WHAT IS BEING ASKED:
From the entries below, retype only the lines from the one with "feedback : float" through the one with "y_series, y_back, y_comp", exactly as written.

DATA LISTING:

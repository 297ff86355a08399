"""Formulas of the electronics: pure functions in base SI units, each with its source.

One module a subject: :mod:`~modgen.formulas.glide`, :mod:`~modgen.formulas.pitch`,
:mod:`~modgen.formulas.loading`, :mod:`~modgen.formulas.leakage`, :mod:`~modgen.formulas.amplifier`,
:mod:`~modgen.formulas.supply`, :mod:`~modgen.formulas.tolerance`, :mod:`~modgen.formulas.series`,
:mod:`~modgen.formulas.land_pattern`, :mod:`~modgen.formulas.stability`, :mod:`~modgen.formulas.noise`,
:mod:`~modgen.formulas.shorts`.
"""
---
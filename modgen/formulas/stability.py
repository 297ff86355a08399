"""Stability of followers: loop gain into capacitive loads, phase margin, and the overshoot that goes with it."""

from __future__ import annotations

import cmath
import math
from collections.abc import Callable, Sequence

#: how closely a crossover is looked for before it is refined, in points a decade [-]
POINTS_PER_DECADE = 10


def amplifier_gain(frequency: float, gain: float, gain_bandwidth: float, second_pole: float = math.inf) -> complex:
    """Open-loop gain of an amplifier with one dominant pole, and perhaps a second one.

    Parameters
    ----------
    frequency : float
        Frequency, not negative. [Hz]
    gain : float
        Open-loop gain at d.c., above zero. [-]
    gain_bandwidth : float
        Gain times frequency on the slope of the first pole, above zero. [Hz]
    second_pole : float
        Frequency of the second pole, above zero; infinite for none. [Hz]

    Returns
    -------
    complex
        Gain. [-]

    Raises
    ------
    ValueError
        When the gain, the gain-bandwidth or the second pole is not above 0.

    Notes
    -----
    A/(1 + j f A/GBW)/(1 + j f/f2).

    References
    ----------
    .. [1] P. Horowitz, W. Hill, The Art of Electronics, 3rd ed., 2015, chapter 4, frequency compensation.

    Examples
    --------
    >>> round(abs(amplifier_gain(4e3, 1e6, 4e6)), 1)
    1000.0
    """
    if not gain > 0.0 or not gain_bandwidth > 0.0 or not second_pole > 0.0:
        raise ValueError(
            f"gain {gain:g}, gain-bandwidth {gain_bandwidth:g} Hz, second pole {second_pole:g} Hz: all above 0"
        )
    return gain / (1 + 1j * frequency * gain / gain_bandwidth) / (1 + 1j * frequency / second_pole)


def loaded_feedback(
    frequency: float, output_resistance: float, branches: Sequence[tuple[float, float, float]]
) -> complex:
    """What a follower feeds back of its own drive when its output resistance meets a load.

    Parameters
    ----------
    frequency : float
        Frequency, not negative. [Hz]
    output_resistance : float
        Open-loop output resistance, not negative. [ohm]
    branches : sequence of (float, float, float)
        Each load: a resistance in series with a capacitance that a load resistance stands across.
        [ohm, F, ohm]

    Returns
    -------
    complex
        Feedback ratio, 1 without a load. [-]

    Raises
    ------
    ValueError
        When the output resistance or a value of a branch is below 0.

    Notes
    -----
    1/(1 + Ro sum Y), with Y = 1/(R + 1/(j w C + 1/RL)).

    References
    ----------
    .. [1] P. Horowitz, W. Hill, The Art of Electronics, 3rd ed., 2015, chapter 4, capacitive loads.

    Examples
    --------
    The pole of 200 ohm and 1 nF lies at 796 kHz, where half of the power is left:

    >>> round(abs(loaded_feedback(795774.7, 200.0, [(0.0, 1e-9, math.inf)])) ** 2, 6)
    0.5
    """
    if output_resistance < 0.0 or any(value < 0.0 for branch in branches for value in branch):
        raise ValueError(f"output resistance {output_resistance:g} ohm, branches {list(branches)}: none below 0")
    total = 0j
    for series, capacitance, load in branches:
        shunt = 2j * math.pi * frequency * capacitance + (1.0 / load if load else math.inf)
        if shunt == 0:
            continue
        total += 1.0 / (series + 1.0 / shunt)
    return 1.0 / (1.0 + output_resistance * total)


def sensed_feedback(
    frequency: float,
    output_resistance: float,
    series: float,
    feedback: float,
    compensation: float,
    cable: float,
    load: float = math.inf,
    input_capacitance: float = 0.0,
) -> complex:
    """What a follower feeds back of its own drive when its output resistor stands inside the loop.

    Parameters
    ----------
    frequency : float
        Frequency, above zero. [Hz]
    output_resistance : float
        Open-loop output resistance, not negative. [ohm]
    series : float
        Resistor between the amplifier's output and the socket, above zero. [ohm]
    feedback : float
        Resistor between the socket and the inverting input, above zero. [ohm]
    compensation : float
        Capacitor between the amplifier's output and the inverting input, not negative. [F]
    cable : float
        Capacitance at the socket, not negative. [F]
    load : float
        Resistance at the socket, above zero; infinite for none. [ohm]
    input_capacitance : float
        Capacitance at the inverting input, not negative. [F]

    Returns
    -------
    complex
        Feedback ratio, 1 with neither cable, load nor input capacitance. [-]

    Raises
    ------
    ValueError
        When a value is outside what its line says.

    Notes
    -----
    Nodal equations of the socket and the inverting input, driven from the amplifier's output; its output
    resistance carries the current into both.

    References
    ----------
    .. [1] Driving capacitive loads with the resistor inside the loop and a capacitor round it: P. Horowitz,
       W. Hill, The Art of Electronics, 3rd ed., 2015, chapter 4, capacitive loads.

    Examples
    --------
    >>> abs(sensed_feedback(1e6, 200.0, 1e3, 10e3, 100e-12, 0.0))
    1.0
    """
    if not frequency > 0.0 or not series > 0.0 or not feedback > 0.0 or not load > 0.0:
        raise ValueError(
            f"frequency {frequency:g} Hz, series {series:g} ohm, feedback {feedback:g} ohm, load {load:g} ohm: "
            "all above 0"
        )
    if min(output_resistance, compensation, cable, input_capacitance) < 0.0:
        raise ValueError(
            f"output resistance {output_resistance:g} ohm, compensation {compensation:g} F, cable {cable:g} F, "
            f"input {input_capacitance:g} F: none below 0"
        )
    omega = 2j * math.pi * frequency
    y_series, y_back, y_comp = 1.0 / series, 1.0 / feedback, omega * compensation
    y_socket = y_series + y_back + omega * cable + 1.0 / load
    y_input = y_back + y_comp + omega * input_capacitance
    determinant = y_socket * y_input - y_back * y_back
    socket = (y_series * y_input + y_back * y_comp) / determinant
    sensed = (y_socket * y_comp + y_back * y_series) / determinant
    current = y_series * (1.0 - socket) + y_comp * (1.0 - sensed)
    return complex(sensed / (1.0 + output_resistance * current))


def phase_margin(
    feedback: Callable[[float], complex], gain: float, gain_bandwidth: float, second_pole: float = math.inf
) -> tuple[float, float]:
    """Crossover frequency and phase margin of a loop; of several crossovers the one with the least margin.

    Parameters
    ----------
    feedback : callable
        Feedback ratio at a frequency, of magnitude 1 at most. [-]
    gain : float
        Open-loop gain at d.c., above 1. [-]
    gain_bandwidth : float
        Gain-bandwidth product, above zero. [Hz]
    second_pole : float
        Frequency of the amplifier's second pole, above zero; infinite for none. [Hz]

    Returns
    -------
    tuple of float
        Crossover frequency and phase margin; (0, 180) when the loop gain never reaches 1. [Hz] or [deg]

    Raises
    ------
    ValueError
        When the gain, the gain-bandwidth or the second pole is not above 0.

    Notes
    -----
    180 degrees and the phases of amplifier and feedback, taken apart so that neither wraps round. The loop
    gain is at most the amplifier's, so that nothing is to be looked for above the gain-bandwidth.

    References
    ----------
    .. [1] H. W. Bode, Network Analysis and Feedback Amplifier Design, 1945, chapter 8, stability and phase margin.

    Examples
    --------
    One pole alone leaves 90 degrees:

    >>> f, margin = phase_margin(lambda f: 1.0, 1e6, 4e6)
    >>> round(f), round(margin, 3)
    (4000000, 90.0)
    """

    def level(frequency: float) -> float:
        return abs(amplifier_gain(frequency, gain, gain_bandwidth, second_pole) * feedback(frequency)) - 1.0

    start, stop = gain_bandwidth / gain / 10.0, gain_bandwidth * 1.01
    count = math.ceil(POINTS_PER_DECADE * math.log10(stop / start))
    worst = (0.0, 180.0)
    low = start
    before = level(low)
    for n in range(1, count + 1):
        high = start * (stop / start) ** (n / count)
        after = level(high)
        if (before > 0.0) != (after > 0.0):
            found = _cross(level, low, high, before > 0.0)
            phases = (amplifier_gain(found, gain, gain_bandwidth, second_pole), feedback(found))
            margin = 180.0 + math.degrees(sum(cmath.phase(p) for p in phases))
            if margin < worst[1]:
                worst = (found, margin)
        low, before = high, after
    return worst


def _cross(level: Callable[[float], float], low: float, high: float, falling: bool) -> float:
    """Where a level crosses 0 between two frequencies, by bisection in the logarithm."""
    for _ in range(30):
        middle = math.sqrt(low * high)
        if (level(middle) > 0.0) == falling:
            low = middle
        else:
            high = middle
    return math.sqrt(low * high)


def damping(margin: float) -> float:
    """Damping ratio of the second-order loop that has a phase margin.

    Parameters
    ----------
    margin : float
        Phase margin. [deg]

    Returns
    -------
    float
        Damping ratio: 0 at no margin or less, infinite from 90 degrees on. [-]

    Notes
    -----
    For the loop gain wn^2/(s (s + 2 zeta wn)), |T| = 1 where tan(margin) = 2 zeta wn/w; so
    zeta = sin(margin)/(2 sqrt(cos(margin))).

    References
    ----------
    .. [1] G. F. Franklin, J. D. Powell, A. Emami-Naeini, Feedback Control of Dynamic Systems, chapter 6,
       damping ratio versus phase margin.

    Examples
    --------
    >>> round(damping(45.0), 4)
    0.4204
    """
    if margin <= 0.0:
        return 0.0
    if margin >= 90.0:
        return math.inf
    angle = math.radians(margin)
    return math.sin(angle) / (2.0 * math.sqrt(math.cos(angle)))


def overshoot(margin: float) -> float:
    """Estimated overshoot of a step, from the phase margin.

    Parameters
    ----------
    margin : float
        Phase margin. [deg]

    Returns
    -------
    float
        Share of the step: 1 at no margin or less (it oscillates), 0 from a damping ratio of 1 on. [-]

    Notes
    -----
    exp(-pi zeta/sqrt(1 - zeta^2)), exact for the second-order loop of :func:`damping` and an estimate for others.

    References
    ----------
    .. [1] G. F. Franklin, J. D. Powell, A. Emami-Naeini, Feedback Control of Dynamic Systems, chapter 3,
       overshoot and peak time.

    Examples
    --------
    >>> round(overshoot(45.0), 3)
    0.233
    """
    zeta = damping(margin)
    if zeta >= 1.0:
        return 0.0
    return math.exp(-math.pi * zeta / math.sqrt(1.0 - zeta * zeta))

ANSWER FOR THIS EXERCISE:
    feedback : float
        Resistor between the socket and the inverting input, above zero. [ohm]
    compensation : float
        Capacitor between the amplifier's output and the inverting input, not negative. [F]
    cable : float
        Capacitance at the socket, not negative. [F]
    load : float
        Resistance at the socket, above zero; infinite for none. [ohm]
    input_capacitance : float
        Capacitance at the inverting input, not negative. [F]

    Returns
    -------
    complex
        Feedback ratio, 1 with neither cable, load nor input capacitance. [-]

    Raises
    ------
    ValueError
        When a value is outside what its line says.

    Notes
    -----
    Nodal equations of the socket and the inverting input, driven from the amplifier's output; its output
    resistance carries the current into both.

    References
    ----------
    .. [1] Driving capacitive loads with the resistor inside the loop and a capacitor round it: P. Horowitz,
       W. Hill, The Art of Electronics, 3rd ed., 2015, chapter 4, capacitive loads.

    Examples
    --------
    >>> abs(sensed_feedback(1e6, 200.0, 1e3, 10e3, 100e-12, 0.0))
    1.0
    """
    if not frequency > 0.0 or not series > 0.0 or not feedback > 0.0 or not load > 0.0:
        raise ValueError(
            f"frequency {frequency:g} Hz, series {series:g} ohm, feedback {feedback:g} ohm, load {load:g} ohm: "
            "all above 0"
        )
    if min(output_resistance, compensation, cable, input_capacitance) < 0.0:
        raise ValueError(
            f"output resistance {output_resistance:g} ohm, compensation {compensation:g} F, cable {cable:g} F, "
            f"input {input_capacitance:g} F: none below 0"
        )
    omega = 2j * math.pi * frequency
    y_series, y_back, y_comp = 1.0 / series, 1.0 / feedback, omega * compensation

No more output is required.